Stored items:
------------------------------------------------
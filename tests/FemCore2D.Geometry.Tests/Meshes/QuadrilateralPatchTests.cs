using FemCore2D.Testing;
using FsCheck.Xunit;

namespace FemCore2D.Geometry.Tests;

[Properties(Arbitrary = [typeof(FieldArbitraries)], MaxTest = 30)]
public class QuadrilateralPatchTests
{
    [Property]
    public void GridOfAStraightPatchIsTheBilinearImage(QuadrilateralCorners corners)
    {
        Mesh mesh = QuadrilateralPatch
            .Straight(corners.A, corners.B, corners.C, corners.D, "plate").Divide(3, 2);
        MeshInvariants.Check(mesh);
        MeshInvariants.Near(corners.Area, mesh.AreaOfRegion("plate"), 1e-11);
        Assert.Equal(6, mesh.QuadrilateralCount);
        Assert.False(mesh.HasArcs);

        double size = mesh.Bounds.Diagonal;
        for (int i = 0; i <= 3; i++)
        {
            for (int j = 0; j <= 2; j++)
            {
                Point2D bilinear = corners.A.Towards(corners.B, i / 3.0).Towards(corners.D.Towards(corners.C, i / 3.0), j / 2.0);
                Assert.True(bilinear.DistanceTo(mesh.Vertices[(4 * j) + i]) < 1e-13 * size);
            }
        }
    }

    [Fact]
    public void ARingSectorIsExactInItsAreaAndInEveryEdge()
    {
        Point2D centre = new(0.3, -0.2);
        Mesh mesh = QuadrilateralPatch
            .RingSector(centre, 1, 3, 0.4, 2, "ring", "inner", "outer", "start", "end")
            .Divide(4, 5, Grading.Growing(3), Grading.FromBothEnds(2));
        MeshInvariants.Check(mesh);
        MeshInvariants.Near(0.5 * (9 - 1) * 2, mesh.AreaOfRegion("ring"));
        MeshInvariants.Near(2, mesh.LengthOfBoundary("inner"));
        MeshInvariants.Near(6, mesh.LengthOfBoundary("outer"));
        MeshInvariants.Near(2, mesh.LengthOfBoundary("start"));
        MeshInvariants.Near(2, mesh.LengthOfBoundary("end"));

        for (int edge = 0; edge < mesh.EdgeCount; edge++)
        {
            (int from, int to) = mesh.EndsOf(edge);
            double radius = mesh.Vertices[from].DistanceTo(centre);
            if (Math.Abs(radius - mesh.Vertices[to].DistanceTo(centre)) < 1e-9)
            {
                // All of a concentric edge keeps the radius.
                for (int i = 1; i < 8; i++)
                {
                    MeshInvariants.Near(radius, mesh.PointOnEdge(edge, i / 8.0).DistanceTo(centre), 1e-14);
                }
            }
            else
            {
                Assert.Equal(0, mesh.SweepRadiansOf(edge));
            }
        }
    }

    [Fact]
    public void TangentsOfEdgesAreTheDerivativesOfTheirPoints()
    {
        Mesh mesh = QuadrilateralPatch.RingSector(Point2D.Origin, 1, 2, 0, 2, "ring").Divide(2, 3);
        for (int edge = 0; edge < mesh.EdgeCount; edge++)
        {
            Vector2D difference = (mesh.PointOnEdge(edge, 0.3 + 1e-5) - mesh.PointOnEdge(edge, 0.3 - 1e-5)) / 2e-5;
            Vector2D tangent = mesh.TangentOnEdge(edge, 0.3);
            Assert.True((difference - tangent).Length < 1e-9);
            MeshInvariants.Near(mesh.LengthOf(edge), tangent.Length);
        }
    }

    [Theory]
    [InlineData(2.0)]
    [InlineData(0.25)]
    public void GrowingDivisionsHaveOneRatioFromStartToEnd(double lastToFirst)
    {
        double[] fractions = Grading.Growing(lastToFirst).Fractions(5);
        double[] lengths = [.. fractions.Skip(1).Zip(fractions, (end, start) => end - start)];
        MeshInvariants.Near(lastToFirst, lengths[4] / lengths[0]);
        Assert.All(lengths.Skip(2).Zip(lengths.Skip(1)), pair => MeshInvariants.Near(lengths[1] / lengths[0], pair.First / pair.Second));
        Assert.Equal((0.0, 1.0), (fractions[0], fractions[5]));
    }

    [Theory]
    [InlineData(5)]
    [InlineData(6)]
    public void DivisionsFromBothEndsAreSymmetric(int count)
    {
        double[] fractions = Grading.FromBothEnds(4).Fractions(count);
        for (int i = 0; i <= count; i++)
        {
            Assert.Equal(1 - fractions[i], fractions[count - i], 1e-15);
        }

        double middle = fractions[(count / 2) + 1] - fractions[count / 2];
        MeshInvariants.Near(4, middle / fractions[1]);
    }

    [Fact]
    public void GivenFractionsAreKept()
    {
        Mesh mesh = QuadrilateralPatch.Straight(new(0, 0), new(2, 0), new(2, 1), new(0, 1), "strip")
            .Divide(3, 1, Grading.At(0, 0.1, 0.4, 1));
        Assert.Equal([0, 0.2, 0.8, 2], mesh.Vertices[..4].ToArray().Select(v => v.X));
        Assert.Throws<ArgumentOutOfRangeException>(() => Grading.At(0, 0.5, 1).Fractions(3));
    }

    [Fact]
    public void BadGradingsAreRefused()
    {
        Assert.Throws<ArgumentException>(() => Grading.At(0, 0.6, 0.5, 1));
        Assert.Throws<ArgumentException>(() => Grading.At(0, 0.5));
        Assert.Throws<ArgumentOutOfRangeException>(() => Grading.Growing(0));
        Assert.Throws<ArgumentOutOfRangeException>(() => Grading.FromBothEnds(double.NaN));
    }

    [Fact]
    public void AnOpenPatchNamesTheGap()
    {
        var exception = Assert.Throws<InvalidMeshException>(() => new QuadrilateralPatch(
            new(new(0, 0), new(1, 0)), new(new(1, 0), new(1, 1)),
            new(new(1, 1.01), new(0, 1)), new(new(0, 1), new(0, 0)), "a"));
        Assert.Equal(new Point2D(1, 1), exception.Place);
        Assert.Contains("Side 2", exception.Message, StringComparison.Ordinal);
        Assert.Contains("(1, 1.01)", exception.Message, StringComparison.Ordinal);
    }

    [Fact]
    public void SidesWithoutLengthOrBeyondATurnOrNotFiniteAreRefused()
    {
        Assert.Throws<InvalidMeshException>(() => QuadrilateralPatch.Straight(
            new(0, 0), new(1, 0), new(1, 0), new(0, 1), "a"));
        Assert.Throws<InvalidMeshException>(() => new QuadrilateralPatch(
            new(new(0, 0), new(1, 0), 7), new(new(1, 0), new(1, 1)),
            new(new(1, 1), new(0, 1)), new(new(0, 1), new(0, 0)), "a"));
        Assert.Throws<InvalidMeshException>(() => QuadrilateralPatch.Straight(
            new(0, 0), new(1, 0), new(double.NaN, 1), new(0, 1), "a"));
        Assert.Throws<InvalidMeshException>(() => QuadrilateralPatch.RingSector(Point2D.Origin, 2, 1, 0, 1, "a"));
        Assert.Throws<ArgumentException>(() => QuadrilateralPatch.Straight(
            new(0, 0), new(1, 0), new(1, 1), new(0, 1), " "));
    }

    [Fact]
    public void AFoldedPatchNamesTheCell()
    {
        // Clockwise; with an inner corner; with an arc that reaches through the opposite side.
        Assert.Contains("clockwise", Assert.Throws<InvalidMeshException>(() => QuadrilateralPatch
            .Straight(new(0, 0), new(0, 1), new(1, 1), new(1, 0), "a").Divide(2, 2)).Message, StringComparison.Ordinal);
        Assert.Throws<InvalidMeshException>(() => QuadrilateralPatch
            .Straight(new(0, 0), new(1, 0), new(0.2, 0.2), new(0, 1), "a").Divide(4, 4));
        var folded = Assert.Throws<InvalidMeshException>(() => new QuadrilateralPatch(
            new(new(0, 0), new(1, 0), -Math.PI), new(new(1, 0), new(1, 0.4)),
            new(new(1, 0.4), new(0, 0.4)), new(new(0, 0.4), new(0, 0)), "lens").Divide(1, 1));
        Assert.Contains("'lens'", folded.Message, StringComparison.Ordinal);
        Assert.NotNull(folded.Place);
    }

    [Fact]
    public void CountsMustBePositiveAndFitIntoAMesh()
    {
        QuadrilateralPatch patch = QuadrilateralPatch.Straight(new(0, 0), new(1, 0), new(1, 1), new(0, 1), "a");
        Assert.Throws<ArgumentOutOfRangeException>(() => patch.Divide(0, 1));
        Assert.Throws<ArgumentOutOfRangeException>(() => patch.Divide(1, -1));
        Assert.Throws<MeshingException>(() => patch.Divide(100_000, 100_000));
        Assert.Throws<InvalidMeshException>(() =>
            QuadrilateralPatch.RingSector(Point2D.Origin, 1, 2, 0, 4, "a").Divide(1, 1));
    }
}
------------------------------------------------
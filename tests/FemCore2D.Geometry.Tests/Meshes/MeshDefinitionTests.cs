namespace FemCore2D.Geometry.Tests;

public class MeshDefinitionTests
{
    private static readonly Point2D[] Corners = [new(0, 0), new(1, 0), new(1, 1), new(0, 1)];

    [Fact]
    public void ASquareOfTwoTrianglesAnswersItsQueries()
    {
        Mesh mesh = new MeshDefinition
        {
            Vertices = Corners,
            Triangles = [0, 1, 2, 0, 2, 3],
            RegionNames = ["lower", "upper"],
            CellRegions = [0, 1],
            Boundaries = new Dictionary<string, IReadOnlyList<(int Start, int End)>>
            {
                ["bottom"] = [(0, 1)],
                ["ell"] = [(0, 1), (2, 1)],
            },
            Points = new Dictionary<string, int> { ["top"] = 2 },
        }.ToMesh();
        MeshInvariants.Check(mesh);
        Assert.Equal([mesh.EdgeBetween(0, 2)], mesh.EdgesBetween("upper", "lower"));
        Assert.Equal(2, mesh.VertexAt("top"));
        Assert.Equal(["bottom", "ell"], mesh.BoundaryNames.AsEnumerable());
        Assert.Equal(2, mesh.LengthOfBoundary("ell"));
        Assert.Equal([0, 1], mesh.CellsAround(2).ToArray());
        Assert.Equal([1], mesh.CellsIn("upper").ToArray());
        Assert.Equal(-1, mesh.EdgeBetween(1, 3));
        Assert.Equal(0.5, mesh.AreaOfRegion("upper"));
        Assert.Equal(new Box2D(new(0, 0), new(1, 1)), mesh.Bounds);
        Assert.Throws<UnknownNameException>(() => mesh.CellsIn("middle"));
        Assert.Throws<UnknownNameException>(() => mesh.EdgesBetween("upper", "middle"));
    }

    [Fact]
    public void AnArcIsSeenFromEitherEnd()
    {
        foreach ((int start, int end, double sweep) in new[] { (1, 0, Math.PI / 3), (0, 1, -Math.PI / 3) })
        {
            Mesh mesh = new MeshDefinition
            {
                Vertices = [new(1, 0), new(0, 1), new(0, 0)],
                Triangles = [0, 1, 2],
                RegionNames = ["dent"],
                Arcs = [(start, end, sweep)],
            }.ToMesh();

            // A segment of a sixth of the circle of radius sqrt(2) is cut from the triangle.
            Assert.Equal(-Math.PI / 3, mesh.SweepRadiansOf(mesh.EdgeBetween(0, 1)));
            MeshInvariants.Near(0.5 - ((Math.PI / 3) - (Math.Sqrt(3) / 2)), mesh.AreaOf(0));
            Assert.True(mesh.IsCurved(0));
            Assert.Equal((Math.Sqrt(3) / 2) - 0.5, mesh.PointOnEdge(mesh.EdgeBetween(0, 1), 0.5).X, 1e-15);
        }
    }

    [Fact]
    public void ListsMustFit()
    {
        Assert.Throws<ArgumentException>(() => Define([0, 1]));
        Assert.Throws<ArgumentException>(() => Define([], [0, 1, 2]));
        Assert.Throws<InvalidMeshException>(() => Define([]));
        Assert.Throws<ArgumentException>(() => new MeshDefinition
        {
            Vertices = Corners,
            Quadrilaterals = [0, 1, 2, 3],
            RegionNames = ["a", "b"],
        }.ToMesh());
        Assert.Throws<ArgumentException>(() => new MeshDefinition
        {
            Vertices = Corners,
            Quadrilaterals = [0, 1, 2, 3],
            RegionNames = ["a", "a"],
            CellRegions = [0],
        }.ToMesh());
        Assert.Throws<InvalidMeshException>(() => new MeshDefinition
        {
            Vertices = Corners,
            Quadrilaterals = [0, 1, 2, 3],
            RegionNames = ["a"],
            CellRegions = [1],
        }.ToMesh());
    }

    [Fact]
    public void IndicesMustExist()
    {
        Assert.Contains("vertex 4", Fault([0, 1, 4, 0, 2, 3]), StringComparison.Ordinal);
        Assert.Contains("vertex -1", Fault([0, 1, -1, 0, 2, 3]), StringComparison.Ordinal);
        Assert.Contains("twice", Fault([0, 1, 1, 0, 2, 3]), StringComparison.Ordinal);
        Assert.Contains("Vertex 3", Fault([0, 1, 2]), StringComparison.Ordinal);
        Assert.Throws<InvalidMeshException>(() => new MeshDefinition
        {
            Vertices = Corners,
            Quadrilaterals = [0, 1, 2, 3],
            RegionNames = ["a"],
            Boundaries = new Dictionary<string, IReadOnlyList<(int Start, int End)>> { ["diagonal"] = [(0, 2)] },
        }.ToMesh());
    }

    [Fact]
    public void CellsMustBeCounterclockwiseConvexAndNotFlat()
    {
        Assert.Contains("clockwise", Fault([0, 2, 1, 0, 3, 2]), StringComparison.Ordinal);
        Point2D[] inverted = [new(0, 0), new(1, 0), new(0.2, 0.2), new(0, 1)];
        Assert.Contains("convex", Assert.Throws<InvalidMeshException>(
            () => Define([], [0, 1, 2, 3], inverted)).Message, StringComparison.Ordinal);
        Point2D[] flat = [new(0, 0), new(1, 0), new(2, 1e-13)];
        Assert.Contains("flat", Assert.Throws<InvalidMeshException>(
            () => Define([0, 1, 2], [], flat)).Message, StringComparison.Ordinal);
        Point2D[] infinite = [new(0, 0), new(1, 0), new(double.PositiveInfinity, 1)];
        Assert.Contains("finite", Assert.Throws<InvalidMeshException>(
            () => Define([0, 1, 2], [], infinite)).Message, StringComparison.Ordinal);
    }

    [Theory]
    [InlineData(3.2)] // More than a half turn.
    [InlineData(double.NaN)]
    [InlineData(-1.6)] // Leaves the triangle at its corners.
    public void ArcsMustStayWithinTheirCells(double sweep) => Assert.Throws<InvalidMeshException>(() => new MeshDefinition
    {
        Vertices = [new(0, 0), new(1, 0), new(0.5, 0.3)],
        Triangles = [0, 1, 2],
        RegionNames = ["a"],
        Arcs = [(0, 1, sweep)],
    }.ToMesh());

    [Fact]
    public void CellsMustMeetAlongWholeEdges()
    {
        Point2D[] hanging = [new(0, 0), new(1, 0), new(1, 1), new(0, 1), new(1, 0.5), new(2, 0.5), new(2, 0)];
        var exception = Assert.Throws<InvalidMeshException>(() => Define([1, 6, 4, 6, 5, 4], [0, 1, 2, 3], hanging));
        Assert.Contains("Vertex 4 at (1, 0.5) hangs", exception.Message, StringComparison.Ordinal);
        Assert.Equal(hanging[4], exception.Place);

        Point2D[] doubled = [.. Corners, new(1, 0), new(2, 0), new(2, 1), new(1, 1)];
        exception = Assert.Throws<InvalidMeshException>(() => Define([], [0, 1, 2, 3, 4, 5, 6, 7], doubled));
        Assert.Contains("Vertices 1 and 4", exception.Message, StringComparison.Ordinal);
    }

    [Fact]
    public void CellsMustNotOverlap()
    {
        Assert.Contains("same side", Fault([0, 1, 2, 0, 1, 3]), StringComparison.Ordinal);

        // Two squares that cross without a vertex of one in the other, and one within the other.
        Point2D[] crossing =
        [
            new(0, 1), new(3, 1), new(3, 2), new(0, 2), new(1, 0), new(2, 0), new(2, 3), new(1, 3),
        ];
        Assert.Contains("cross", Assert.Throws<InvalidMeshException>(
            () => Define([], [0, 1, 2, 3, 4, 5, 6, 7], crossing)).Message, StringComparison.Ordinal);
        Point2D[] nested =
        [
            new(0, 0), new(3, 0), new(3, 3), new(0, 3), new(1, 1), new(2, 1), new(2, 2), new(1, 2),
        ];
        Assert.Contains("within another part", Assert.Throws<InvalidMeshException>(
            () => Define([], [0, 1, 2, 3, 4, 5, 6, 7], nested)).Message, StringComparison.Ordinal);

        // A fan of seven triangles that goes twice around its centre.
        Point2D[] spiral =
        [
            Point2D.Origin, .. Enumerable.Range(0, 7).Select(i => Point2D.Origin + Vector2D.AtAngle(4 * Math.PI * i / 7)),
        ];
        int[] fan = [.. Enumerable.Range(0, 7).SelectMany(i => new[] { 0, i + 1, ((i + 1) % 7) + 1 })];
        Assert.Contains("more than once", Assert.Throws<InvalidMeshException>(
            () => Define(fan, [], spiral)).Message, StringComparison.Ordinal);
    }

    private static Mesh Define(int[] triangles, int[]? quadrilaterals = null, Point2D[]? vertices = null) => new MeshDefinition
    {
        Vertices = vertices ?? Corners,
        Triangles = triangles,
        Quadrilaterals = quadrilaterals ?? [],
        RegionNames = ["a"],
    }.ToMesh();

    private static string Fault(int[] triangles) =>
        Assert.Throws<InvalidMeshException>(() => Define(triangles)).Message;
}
------------------------------------------------
TASK
Give back the records above exactly, limited to the lines between the one holding "6, 7], doubled));" and the one holding "1, 3]), StringComparison.Ordinal);", inclusive.

COMPLETED EXERCISE
        exception = Assert.Throws<InvalidMeshException>(() => Define([], [0, 1, 2, 3, 4, 5, 6, 7], doubled));
        Assert.Contains("Vertices 1 and 4", exception.Message, StringComparison.Ordinal);
    }

    [Fact]
    public void CellsMustNotOverlap()
    {
        Assert.Contains("same side", Fault([0, 1, 2, 0, 1, 3]), StringComparison.Ordinal);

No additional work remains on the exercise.